(Supplied material)
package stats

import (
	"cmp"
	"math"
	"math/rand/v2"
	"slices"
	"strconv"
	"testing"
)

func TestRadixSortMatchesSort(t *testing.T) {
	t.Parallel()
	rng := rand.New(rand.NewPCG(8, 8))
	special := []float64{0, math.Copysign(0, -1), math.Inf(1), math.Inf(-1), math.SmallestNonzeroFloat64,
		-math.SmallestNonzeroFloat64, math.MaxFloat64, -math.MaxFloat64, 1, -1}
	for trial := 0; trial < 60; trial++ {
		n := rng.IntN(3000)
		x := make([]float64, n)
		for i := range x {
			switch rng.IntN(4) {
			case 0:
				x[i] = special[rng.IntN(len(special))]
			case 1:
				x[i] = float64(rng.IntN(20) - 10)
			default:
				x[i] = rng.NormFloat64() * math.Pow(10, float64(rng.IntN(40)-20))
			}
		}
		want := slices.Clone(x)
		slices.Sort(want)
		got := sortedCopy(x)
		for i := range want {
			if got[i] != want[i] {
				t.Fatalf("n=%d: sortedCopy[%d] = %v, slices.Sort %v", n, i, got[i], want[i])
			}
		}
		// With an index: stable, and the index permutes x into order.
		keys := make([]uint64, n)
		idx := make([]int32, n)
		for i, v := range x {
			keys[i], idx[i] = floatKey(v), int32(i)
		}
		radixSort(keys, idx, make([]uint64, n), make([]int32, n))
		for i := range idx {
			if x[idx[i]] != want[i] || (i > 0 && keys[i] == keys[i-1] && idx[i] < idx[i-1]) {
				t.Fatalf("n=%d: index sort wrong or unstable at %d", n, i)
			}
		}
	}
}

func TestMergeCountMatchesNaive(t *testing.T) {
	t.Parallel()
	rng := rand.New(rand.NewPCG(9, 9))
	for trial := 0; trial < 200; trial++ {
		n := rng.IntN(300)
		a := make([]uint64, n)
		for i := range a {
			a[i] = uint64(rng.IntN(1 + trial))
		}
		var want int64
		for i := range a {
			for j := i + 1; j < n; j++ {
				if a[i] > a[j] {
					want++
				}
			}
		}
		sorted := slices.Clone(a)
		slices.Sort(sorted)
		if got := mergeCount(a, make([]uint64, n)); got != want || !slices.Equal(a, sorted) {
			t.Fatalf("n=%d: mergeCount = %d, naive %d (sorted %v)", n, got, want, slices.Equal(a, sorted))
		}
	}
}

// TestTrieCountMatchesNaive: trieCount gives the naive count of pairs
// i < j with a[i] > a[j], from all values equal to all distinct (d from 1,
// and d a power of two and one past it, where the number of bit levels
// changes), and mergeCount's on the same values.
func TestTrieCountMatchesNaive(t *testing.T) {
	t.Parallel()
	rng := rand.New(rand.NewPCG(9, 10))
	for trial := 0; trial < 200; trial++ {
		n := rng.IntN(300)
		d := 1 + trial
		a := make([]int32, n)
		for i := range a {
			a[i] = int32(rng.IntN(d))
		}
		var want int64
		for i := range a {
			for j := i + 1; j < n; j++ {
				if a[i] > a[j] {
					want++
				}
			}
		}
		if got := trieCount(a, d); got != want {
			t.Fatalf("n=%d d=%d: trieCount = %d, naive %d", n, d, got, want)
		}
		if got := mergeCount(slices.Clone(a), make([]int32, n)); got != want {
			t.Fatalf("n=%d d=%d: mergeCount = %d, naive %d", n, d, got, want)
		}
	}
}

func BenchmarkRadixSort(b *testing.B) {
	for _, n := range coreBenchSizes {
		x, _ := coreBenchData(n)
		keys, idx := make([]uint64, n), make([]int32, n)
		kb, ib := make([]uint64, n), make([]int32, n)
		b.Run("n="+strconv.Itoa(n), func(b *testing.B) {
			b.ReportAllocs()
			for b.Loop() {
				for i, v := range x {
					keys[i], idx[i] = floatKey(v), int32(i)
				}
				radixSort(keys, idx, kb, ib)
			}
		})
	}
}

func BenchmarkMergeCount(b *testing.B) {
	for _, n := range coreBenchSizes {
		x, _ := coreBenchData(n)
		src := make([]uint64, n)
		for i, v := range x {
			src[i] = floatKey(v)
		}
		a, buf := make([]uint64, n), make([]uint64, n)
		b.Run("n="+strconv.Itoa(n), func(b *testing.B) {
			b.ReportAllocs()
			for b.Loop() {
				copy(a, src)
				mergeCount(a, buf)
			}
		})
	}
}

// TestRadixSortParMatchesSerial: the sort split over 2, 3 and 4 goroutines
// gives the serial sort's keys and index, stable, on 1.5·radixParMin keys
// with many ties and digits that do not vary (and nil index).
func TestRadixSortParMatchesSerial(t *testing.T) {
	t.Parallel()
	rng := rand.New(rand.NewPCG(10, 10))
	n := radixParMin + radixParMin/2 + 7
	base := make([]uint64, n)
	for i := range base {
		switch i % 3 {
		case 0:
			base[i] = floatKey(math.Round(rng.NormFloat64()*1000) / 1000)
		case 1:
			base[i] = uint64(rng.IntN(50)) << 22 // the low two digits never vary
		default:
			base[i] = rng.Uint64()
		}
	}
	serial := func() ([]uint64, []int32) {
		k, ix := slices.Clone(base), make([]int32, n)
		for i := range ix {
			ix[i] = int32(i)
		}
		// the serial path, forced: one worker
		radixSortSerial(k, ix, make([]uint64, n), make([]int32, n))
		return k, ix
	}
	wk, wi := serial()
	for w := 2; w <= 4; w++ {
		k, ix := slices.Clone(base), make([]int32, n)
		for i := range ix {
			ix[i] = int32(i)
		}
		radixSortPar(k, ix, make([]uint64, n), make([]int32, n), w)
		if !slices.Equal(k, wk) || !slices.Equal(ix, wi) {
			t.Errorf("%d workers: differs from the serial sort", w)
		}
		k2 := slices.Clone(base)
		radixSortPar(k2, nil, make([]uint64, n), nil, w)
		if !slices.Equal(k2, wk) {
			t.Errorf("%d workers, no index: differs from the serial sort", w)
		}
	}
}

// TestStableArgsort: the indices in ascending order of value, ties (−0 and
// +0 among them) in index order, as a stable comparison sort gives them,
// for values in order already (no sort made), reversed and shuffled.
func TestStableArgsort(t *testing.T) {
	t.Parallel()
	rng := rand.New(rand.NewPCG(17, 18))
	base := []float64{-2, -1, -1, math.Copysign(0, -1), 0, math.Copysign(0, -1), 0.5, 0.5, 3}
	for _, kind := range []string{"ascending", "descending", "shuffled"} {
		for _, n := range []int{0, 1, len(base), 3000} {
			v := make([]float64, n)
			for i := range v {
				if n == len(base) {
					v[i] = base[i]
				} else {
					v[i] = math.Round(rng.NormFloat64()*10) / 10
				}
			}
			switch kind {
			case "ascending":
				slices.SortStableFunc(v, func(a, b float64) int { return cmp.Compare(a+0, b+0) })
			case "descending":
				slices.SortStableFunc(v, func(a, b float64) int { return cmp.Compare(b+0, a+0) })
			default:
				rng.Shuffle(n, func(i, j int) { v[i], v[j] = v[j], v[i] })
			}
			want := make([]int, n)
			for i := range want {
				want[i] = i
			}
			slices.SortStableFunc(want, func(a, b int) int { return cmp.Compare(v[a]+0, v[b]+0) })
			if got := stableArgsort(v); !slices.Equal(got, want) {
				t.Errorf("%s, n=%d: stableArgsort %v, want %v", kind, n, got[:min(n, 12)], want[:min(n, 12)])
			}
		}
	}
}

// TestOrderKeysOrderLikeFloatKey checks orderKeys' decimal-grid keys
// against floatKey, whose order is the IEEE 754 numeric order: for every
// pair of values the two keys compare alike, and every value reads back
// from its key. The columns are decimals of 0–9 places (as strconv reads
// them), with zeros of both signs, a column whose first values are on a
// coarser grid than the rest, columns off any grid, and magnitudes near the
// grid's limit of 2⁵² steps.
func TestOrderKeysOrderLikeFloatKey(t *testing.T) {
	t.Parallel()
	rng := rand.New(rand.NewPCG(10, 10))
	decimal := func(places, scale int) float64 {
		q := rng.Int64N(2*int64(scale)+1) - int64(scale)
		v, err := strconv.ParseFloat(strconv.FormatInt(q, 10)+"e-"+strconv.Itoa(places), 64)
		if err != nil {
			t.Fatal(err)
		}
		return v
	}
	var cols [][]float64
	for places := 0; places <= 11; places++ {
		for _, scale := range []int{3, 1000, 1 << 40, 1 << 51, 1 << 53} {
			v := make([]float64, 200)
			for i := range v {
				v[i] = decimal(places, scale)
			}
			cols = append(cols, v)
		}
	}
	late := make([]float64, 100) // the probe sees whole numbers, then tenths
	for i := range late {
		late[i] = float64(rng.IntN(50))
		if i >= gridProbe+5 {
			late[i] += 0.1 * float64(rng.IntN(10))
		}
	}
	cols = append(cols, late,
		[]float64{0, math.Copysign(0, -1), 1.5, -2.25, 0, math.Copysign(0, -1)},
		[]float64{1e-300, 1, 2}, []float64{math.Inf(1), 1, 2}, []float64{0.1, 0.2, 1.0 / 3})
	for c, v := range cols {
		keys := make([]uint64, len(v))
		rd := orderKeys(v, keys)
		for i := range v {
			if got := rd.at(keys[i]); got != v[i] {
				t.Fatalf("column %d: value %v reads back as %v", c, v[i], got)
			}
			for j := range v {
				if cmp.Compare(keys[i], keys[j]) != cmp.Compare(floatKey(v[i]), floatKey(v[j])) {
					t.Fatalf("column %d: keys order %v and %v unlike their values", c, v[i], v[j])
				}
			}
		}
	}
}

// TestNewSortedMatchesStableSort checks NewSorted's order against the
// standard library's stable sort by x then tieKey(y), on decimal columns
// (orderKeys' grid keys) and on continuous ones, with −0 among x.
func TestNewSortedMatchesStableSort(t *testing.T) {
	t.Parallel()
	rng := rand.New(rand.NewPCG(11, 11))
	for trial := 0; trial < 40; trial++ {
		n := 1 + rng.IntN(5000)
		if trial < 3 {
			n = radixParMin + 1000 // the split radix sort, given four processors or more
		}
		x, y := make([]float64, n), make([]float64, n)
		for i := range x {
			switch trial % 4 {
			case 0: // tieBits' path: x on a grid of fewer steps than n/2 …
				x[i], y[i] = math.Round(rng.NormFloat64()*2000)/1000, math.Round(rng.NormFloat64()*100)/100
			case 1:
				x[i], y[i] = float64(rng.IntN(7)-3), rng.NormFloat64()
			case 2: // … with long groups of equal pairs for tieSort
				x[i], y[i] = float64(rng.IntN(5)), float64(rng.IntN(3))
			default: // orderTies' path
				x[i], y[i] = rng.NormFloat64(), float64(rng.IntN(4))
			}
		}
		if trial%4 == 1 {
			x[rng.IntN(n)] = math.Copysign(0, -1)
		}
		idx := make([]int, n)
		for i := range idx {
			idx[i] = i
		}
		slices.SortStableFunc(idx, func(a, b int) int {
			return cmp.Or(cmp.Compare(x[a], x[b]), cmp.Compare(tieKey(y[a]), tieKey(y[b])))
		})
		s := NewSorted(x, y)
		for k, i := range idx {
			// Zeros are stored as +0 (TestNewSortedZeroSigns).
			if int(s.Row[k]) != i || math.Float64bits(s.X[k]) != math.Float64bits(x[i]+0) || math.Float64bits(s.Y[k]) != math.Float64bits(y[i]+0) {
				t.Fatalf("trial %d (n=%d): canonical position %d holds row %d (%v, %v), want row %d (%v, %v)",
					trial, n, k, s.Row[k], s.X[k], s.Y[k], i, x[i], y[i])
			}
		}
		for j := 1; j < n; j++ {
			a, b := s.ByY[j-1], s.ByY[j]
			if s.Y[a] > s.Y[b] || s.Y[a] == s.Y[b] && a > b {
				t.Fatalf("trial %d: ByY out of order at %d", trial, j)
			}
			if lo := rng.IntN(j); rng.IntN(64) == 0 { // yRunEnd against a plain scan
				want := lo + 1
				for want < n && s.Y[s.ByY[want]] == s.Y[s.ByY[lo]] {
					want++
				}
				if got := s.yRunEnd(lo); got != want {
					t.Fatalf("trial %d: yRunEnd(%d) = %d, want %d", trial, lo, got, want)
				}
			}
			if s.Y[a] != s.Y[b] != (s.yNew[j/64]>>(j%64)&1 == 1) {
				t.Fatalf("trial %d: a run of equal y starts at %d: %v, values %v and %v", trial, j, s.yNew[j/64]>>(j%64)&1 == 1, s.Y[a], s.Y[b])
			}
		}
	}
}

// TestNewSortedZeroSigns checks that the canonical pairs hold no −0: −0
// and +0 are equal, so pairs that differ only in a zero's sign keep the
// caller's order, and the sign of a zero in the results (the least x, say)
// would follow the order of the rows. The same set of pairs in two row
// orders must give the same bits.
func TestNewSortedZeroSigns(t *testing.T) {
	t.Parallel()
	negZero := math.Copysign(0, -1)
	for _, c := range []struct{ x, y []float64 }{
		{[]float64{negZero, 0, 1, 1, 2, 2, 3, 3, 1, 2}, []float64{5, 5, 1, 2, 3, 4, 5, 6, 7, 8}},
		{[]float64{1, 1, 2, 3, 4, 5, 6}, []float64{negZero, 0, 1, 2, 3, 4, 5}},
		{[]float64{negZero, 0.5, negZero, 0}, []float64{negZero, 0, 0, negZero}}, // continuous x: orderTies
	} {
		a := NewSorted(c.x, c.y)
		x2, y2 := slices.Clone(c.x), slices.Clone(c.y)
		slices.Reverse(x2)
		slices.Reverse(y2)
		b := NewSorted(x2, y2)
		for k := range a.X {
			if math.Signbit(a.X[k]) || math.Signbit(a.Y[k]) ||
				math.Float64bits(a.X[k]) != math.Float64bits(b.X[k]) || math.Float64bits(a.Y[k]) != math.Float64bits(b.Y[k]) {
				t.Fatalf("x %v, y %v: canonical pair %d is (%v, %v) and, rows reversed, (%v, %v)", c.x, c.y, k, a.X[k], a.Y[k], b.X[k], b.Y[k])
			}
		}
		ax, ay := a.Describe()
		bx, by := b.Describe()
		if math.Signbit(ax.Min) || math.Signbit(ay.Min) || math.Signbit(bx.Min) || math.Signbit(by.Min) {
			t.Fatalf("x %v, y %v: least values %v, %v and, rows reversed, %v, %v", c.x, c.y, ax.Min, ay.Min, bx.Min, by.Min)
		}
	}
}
(End Supplied material)
(Supplied material)
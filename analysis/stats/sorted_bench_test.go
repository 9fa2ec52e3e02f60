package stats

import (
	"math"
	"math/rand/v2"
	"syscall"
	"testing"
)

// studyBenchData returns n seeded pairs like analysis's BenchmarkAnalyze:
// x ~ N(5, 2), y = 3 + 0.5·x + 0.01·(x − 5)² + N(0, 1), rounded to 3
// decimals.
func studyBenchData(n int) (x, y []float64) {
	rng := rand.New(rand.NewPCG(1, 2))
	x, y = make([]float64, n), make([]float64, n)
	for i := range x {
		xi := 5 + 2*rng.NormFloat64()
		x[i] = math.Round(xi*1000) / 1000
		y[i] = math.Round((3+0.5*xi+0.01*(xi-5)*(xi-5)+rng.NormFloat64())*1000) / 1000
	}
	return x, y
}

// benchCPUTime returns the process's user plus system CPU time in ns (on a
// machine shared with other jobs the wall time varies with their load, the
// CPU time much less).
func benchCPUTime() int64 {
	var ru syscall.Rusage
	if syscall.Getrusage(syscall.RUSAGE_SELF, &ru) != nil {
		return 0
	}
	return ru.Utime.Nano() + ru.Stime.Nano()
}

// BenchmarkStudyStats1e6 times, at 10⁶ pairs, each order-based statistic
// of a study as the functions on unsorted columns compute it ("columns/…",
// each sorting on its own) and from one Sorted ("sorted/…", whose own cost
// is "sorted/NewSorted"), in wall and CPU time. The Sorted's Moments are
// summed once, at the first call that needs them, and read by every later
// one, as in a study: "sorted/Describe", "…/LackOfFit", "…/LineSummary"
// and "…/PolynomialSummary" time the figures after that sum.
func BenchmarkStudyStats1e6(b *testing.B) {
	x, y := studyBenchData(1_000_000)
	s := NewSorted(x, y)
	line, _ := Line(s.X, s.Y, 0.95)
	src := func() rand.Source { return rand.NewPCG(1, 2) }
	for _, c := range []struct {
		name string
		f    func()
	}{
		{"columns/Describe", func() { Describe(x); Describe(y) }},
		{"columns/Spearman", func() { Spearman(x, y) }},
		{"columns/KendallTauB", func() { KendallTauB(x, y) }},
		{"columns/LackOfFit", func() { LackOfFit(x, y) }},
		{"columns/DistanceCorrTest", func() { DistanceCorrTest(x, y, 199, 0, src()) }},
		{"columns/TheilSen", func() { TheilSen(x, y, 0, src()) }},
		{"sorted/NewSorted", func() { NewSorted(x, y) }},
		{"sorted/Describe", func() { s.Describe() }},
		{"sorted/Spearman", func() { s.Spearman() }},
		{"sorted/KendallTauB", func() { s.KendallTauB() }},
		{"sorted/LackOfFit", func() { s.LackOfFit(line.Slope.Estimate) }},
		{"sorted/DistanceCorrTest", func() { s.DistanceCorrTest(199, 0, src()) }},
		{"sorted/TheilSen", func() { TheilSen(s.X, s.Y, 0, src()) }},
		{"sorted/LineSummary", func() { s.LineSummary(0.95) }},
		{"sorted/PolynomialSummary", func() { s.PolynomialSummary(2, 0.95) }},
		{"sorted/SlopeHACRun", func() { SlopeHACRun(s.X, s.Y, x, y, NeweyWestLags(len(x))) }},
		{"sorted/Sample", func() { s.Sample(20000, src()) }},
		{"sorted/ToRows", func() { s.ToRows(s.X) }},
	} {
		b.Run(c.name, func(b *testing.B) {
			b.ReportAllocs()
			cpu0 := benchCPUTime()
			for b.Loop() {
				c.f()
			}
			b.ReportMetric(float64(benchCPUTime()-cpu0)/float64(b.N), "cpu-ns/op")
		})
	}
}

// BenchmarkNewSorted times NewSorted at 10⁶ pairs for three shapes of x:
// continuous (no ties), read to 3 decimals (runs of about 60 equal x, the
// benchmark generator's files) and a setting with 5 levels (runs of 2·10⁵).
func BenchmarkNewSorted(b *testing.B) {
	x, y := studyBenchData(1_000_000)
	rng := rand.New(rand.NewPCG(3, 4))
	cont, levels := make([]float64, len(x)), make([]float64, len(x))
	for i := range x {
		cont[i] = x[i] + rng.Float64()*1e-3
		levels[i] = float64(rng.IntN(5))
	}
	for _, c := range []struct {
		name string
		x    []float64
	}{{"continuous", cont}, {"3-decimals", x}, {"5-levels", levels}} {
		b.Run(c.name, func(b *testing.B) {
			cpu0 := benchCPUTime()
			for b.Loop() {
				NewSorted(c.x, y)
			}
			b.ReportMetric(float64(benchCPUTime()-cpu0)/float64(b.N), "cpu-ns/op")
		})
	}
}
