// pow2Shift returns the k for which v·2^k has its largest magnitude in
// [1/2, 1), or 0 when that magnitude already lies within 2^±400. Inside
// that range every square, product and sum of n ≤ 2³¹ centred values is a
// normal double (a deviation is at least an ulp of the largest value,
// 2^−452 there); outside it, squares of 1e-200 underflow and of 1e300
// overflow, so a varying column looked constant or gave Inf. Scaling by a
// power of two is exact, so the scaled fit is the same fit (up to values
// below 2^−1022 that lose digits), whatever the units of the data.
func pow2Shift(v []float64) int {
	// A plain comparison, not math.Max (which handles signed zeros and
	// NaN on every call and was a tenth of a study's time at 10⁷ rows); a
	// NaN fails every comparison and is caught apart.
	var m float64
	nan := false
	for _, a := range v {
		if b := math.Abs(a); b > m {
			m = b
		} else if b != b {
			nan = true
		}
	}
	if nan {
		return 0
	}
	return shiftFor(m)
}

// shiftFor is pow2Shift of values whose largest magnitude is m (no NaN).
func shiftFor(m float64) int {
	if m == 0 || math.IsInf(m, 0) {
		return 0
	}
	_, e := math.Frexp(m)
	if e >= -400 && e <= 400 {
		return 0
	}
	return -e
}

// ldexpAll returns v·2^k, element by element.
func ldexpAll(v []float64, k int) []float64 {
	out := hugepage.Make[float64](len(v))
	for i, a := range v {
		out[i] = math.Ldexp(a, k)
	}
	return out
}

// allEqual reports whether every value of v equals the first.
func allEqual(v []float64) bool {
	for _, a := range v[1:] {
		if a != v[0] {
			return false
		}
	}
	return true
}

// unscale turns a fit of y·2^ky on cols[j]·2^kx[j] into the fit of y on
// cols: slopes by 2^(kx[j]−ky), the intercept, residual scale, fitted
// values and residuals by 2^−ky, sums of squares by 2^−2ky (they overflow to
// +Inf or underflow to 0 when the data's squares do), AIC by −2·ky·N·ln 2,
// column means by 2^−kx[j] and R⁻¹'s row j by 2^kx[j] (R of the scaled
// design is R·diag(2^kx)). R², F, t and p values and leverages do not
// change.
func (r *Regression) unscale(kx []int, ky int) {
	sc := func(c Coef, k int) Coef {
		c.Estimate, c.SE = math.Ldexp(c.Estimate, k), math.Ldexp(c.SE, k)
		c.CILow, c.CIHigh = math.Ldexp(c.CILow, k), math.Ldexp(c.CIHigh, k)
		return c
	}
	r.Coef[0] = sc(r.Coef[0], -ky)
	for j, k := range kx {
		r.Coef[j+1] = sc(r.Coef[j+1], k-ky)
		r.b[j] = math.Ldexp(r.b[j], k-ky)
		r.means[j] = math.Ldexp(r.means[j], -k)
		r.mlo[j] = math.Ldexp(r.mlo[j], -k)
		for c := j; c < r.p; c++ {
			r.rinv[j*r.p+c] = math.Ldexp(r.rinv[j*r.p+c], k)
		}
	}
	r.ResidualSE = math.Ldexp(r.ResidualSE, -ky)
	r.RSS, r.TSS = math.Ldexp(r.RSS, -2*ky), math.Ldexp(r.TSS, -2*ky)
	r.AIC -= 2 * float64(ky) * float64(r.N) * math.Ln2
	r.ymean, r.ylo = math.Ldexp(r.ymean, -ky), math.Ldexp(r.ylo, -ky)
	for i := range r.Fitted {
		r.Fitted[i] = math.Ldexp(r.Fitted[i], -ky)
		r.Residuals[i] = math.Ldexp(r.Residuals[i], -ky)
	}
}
(End Supplied material)
_Your task_. Work out how many lines above have the string "whose" in them, and give only the number.

_Solved exercise_. 4